The Norwegian Sovereign Wealth Fund publicly opposes Elon Musk's exorbitant compensation plan on the eve of Tesla, Inc.'s shareholder meeting.
As Tesla's ninth largest shareholder, the Norwegian Sovereign Wealth Fund voted against Tesla's unprecedented $100 billion compensation package for its CEO, Elon Musk.
As the ninth largest shareholder of Tesla, Inc. (TSLA.US), the Norwegian Sovereign Wealth Fund voted against the unprecedented $100 billion compensation package offered to its CEO, Elon Musk. This is the strongest signal of opposition from one of Tesla, Inc.'s major shareholders. As of the time of writing, Tesla, Inc.'s pre-market stock in the United States fell over 2% on Tuesday.
The Norwegian Sovereign Wealth Fund, operated by the Norwegian Central Bank Investment Management Company (NBIM), stated on its official website: "While we recognize that Musk has created immense value for the company with his vision and insight, we have concerns about the overall size of this reward scheme, dilution effects, and the lack of key person risk mitigation measures."
It is reported that the Norwegian Sovereign Wealth Fund had previously voted against Musk's compensation package.

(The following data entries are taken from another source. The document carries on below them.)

//! The answer of a plan from placebo runs: power per wait and lift, the minimum detectable
//! effect per wait, the shortest wait that reaches the target power, and the false-positive
//! rate with its binomial interval.
//!
//! **Thresholds.** Each placebo run `k` (a placebo date of a series, a placebo unit of a panel,
//! a simulated data set of a unit table) is summarised, for each wait `w`, by two numbers:
//! `up_k(w)`, the smallest increase (a fraction of the counterfactual) whose verdict would say
//! the metric rose, and `down_k(w)`, the smallest decrease (as a positive fraction) whose
//! verdict would say it fell. The estimator's interval decides both; for a series with
//! multiplicative lifts, `up = 1 / a_lo - 1` and `down = 1 - 1 / a_hi` where `[a_lo, a_hi]` is
//! the HDI of observed sum / counterfactual sum (see [`crate::backtest`]); for a unit table
//! with additive effects `up = -lo / base` and `down = hi / base` (see [`crate::plasmode`]).
//! A negative threshold means the interval excluded zero where nothing happened: a false
//! positive.
//!
//! - power at `(w, δ)`: share of runs with `δ > up_k(w)` (`δ > 0`) or `-δ > down_k(w)`;
//! - MDE at `w`: the `ceil(p K)`-th smallest `up_k(w)`, the exact inverse of the empirical
//!   power curve at target power `p` (floored at zero);
//! - wait for `δ`: the shortest wait from which on the power stays at or above `p` over every
//!   longer wait checked;
//! - false-positive rate: share of runs with a negative threshold at the judged wait, with
//!   the Wilson score interval (Wilson 1927, JASA 22:209) at the plan's level. Placebo windows
//!   of nearby dates overlap, so the runs are not independent and the interval is optimistic.

use aftercast_core::result::{FalsePositiveRate, PlanMde, PlanPower, Planning, WaitFor, count_text, lift_text};

/// One placebo run's thresholds: `(up, down)` per wait of [`Thresholds::waits`].
#[derive(Debug, Clone, PartialEq)]
pub struct Thresholds {
    /// The waits the thresholds are given for, increasing.
    pub waits: Vec<usize>,
    /// Per run, per wait: (smallest increase detected, smallest decrease detected).
    pub runs: Vec<Vec<(f64, f64)>>,
}

/// What the plan is asked.
#[derive(Debug, Clone, PartialEq)]
pub struct PlanQuestion {
    /// Waits shown in the power and MDE tables (each one of the thresholds' waits).
    pub shown: Vec<usize>,
    /// Lifts (fractions; negative for decreases).
    pub lifts: Vec<f64>,
    /// Interval level of the analysis.
    pub level: f64,
    /// Target power.
    pub target: f64,
    /// The wait whose false positives are counted (normally the longest).
    pub judged_wait: usize,
    /// What one step of wait is ("days", "units", ...).
    pub wait_unit: String,
}

/// Whether a lift is seen by a run with thresholds `(up, down)`.
pub fn seen(lift: f64, (up, down): (f64, f64)) -> bool {
    if lift > 0.0 { lift > up } else { -lift > down }
}

/// The `ceil(p n)`-th smallest value (None if there are no values or it is not finite).
pub fn order_stat(mut v: Vec<f64>, p: f64) -> Option<f64> {
    if v.is_empty() || !(p > 0.0 && p <= 1.0) {
        return None;
    }
    v.sort_by(f64::total_cmp);
    let k = ((p * v.len() as f64) - 1e-9).ceil().clamp(1.0, v.len() as f64) as usize;
    let x = v[k - 1];
    x.is_finite().then_some(x)
}

/// Wilson score interval of a share `k / n` at two-sided level `level`.
pub fn wilson(k: usize, n: usize, level: f64) -> (f64, f64) {
    if n == 0 {
        return (0.0, 1.0);
    }
    let z = aftercast_forecast::analysis::normal_quantile(0.5 + level / 2.0);
    let nf = n as f64;
    let p = k as f64 / nf;
    let z2 = z * z;
    let centre = (p + z2 / (2.0 * nf)) / (1.0 + z2 / nf);
    let half = z / (1.0 + z2 / nf) * (p * (1.0 - p) / nf + z2 / (4.0 * nf * nf)).sqrt();
    // exact ends at 0 and n (the closed form leaves a rounding residue there)
    let lower = if k == 0 { 0.0 } else { (centre - half).max(0.0) };
    let upper = if k == n { 1.0 } else { (centre + half).min(1.0) };
    (lower, upper)
}

/// The runs that finished at wait index `j` (a NaN threshold marks a run whose fit failed
/// there: it is left out, not counted as unseen).
fn finished(t: &Thresholds, j: usize) -> impl Iterator<Item = (f64, f64)> + '_ {
    t.runs.iter().map(move |r| r[j]).filter(|x| !(x.0.is_nan() || x.1.is_nan()))
}

/// Power at one wait index and lift (NaN when no run finished there).
fn power_at(t: &Thresholds, j: usize, lift: f64) -> f64 {
    let k = finished(t, j).count();
    if k == 0 {
        return f64::NAN;
    }
    finished(t, j).filter(|x| seen(lift, *x)).count() as f64 / k as f64
}

/// The plan's answer from the runs' thresholds.
pub fn planning(t: &Thresholds, q: &PlanQuestion) -> Planning {
    let index = |w: usize| t.waits.iter().position(|x| *x == w);
    let mut power = Vec::new();
    let mut mde = Vec::new();
    for &w in &q.shown {
        let Some(j) = index(w) else { continue };
        for &lift in &q.lifts {
            power.push(PlanPower { wait: w, lift, power: power_at(t, j, lift) });
        }
        let ups: Vec<f64> = finished(t, j).map(|x| x.0).collect();
        mde.push(PlanMde { wait: w, mde: order_stat(ups, q.target).map(|v| v.max(0.0)) });
    }
    let wait_for: Vec<WaitFor> = q
        .lifts
        .iter()
        .map(|&lift| {
            let ok: Vec<bool> = (0..t.waits.len()).map(|j| power_at(t, j, lift) >= q.target - 1e-12).collect();
            // the shortest wait from which on every longer wait keeps the target power
            let mut first = None;
            for j in (0..ok.len()).rev() {
                if ok[j] {
                    first = Some(t.waits[j]);
                } else {
                    break;
                }
            }
            WaitFor { lift, wait: first }
        })
        .collect();
    let (fp, n) = index(q.judged_wait)
        .map(|j| (finished(t, j).filter(|x| x.0 < 0.0 || x.1 < 0.0).count(), finished(t, j).count()))
        .unwrap_or((0, 0));
    let (lower, upper) = wilson(fp, n, q.level);
    let longest = t.waits.last().copied().unwrap_or(0);
    let answer = wait_for.iter().map(|w| sentence(w, q, longest)).collect();
    Planning {
        level: q.level,
        target_power: q.target,
        wait_unit: q.wait_unit.clone(),
        false_positive_rate: FalsePositiveRate { rate: fp as f64 / n.max(1) as f64, lower, upper, placebos: n },
        power,
        mde,
        wait_for,
        longest_wait: longest,
        answer,
    }
}

/// Warnings a plan's numbers call for: false positives clearly above what the level allows
/// (the lower end of their interval above it).
pub fn warnings(p: &Planning) -> Vec<String> {
    let fp = &p.false_positive_rate;
    let nominal = 1.0 - p.level;
    let mut out = Vec::new();
    if fp.placebos > 0 && fp.placebos < 30 {
        out.push(format!(
            "{} placebo runs give rates with a standard error near {:.0} percentage points (more where their windows overlap): treat power and false positives as rough, or raise --placebos",
            fp.placebos,
            50.0 / (fp.placebos as f64).sqrt()
        ));
    }
    if fp.placebos > 0 && fp.lower > nominal {
        out.push(format!(
            "false positives where nothing happened: {:.0}% of placebo runs, above the {:.0}% the interval level allows: the analysis's intervals are too narrow here, so an effect it reports may be noise; widen the interval (--level) or improve the set-up before trusting a verdict",
            100.0 * fp.rate,
            100.0 * nominal
        ));
    }
    if fp.placebos > 0 && fp.upper < nominal {
        out.push(format!(
            "false positives where nothing happened: {:.0}% of placebo runs, below the {:.0}% the interval level allows: the intervals are wider than the errors at these dates, so the power above is on the cautious side (a change may be seen sooner)",
            100.0 * fp.rate,
            100.0 * nominal
        ));
    }
    // the smallest visible change should fall as the wait grows; where it rises, the errors
    // grow faster than the window
    let m: Vec<(usize, f64)> = p.mde.iter().filter_map(|x| x.mde.map(|v| (x.wait, v))).collect();
    if let Some(w) = m.windows(2).find(|w| w[1].1 > w[0].1 * 1.05) {
        out.push(format!(
            "the smallest visible change grows from {:.1}% after {} to {:.1}% after {} {}: the model's errors grow faster than the window (a drift or trend it does not follow), so waiting longer does not help here; a better model (controls, events, trend) or a shorter wait does",
            100.0 * w[0].1,
            w[0].0,
            100.0 * w[1].1,
            w[1].0,
            p.wait_unit
        ));
    }
    out
}

/// "a +2% change reaches 80% power after 28 days (at 90% intervals)".
fn sentence(w: &WaitFor, q: &PlanQuestion, longest: usize) -> String {
    let change = if w.lift < 0.0 { "fall" } else { "change" };
    let (after, within) = if q.wait_unit == "units" { ("with", "with up to") } else { ("after", "within") };
    match w.wait {
        Some(n) => format!(
            "a {} {change} reaches {:.0}% power {after} {} {} (at {:.0}% intervals)",
            lift_text(w.lift),
            100.0 * q.target,
            count_text(n),
            if n == 1 { q.wait_unit.trim_end_matches('s') } else { q.wait_unit.as_str() },
            100.0 * q.level
        ),
        None => format!(
            "a {} {change} does not reach {:.0}% power {within} {} {}",
            lift_text(w.lift),
            100.0 * q.target,
            count_text(longest),
            q.wait_unit
        ),
    }
}

#[cfg(test)]
mod tests {
    use super::*;

    #[test]
    fn wilson_matches_published_values() {
        // Newcombe (1998), Stat. Med. 17:857, table I, method 3 (Wilson score, 95%), and
        // statsmodels 0.15.0 proportion_confint(k, n, 0.05, method="wilson") to 4 decimals:
        // 81/263 -> 0.2553 to 0.3662; 15/148 -> 0.0624 to 0.1605; 0/10 -> 0 to 0.2775.
        for (k, n, lo, hi) in [(81, 263, 0.2553, 0.3662), (15, 148, 0.0624, 0.1605), (0, 10, 0.0, 0.2775)] {
            let (l, h) = wilson(k, n, 0.95);
            assert!((l - lo).abs() < 5e-5 && (h - hi).abs() < 5e-5, "{k}/{n}: ({l}, {h})");
        }
        assert_eq!(wilson(0, 50, 0.9).0, 0.0);
        assert_eq!(aftercast_core::result::count_text(100_000), "100,000");
        assert_eq!(aftercast_core::result::count_text(999), "999");
        assert_eq!(wilson(50, 50, 0.9).1, 1.0);
    }

    #[test]
    fn power_mde_and_wait_follow_the_thresholds() {
        // four runs, two waits: thresholds shrink with the wait
        let t = Thresholds {
            waits: vec![7, 14],
            runs: vec![
                vec![(0.05, 0.05), (0.01, 0.01)],
                vec![(0.04, 0.06), (0.02, 0.02)],
                vec![(0.03, 0.04), (0.015, 0.01)],
                vec![(-0.01, 0.09), (0.005, 0.03)],
            ],
        };
        let q = PlanQuestion {
            shown: vec![7, 14],
            lifts: vec![0.02, 0.05],
            level: 0.9,
            target: 0.75,
            judged_wait: 7,
            wait_unit: "days".into(),
        };
        let p = planning(&t, &q);
        let pw = |w: usize, l: f64| p.power.iter().find(|x| x.wait == w && x.lift == l).unwrap().power;
        assert_eq!(pw(7, 0.02), 0.25); // only the run with up = -0.01
        assert_eq!(pw(7, 0.05), 0.75); // strictly above 0.05 fails for the first run
        assert_eq!(pw(14, 0.02), 0.75);
        // 3rd smallest of (0.05, 0.04, 0.03, -0.01) and of (0.01, 0.02, 0.015, 0.005)
        assert_eq!(p.mde[0].mde, Some(0.04));
        assert_eq!(p.mde[1].mde, Some(0.015));
        assert_eq!(p.wait_for[0].wait, Some(14));
        assert_eq!(p.wait_for[1].wait, Some(7));
        assert_eq!(p.false_positive_rate.rate, 0.25);
        assert_eq!(p.answer[0], "a +2% change reaches 75% power after 14 days (at 90% intervals)");
    }

    #[test]
    fn warnings_name_small_runs_false_positives_and_a_rising_mde() {
        let t = Thresholds {
            waits: vec![7, 14],
            runs: (0..10)
                .map(|k| vec![(0.02 + 0.001 * k as f64, 0.02), (0.05, if k < 4 { -0.01 } else { 0.03 })])
                .collect(),
        };
        let q = PlanQuestion {
            shown: vec![7, 14],
            lifts: vec![0.02],
            level: 0.9,
            target: 0.8,
            judged_wait: 14,
            wait_unit: "days".into(),
        };
        let p = planning(&t, &q);
        let w = warnings(&p);
        assert!(w.iter().any(|x| x.starts_with("10 placebo runs give rates")), "{w:?}");
        // 4 of 10 false positives: Wilson's 90% interval lies above 10%
        assert!(w.iter().any(|x| x.contains("40% of placebo runs, above the 10%")), "{w:?}");
        assert!(w.iter().any(|x| x.contains("grows from 2.7% after 7 to 5.0% after 14 days")), "{w:?}");
    }

    #[test]
    fn a_dip_below_target_moves_the_wait_on() {
        let t = Thresholds { waits: vec![1, 2, 3], runs: vec![vec![(0.0, 0.0), (0.5, 0.5), (0.0, 0.0)]] };
        let q = PlanQuestion {
            shown: vec![1, 2, 3],
            lifts: vec![0.1, 1.0],
            level: 0.9,
            target: 0.8,
            judged_wait: 3,
            wait_unit: "weeks".into(),
        };
        let p = planning(&t, &q);
        assert_eq!(p.wait_for[0].wait, Some(3));
        assert_eq!(p.wait_for[1].wait, Some(1));
        let never = Thresholds { waits: vec![1, 2], runs: vec![vec![(0.5, 0.5), (0.4, 0.4)]] };
        let p = planning(&never, &PlanQuestion { shown: vec![1, 2], lifts: vec![0.1], ..q });
        assert_eq!(p.wait_for[0].wait, None);
        assert_eq!(p.answer[0], "a +10% change does not reach 80% power within 2 weeks");
    }
}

The scheme was reapproved by shareholders in June last year but was later ruled invalid by the Delaware court. While Tesla, Inc.'s board of directors appealed, they also redesigned a new compensation plan for Musk.
Additionally, the fund also opposed shareholder proposals for Tesla, Inc. to invest in Musk's AI startup company xAI, and opposed the reappointment of Ira Ehrenpreis and Kathleen Wilson-Thompson as members of Tesla, Inc.'s board. The fund supports Joe Gebbia, co-founder of Airbnb, Inc. Class A, in his re-election as a director.
In explaining the reasons for voting against the reappointment of the two directors, the fund wrote: "When the board fails to act in the best interests of shareholders, shareholders should have the right to seek adjustments to the board." The fund did not specify the reasons for its opposition to Tesla, Inc.'s investment in xAI or explain the reasons for supporting Gebbia's reappointment.
Tesla, Inc.'s shareholder meeting is approaching
Tesla, Inc. will hold its annual shareholder meeting on November 6th, where a vote will be taken on a compensation package of up to $100 billion proposed in September. The compensation package shows that if Musk achieves a series of performance targets, he will receive stock awards of up to $100 billion. These targets include: Tesla, Inc. achieving a market value of $8.5 trillion, selling 12 million cars, delivering 1 million humanoid Siasun Robot & Automation units, deploying 1 million autonomous robotaxis, and increasing adjusted profits from $16.6 billion in 2024 to $400 billion.
If approved, this will be the largest compensation package in corporate history. Furthermore, if the compensation package is approved, Musk's stake in Tesla, Inc. will increase from 13% to nearly 29%, giving him greater control.
However, this compensation proposal has drawn criticism from proxy advisory firms such as ISS. ISS has urged investors to vote against it, citing that the scheme is excessively large and lacks effective restraints.
Meanwhile, Tesla, Inc.'s chairman Robyn Denholm warned in a letter to shareholders last week that if Musk's $100 billion compensation package is not approved, the CEO may leave Tesla, Inc. Denholm called on shareholders to support the compensation package and urged investors to re-elect three senior directors who work closely with Musk. She stated that this performance-based compensation plan aims to retain and motivate Musk, allowing him to lead Tesla, Inc. for at least another seven and a half years.
Denholm pointed out that as Tesla, Inc. strives to become a leader in global AI and autonomous driving technology, Musk's role is crucial. She added that Musk's leadership is "critical" to Tesla, Inc.'s success and warned that without a plan that effectively motivates Musk, the company may lose his "time, talent, and vision."
Denholm also stated: "He has long insisted that he should have sufficient voting power in Tesla, Inc. in the future to prevent AI-related disasters. Therefore, the core of this compensation package is not money, but the influence of voting rights."
It is worth mentioning that Tesla, Inc.'s board of directors has been criticized in recent years for being too closely tied to Musk and for not adequately safeguarding shareholder interests. Governance experts and advocacy groups have raised questions about its independence and oversight of Musk's influence. Earlier this year, the Delaware court overturned Musk's 2018 compensation agreement, ruling that it was improper and negotiated by directors lacking independence.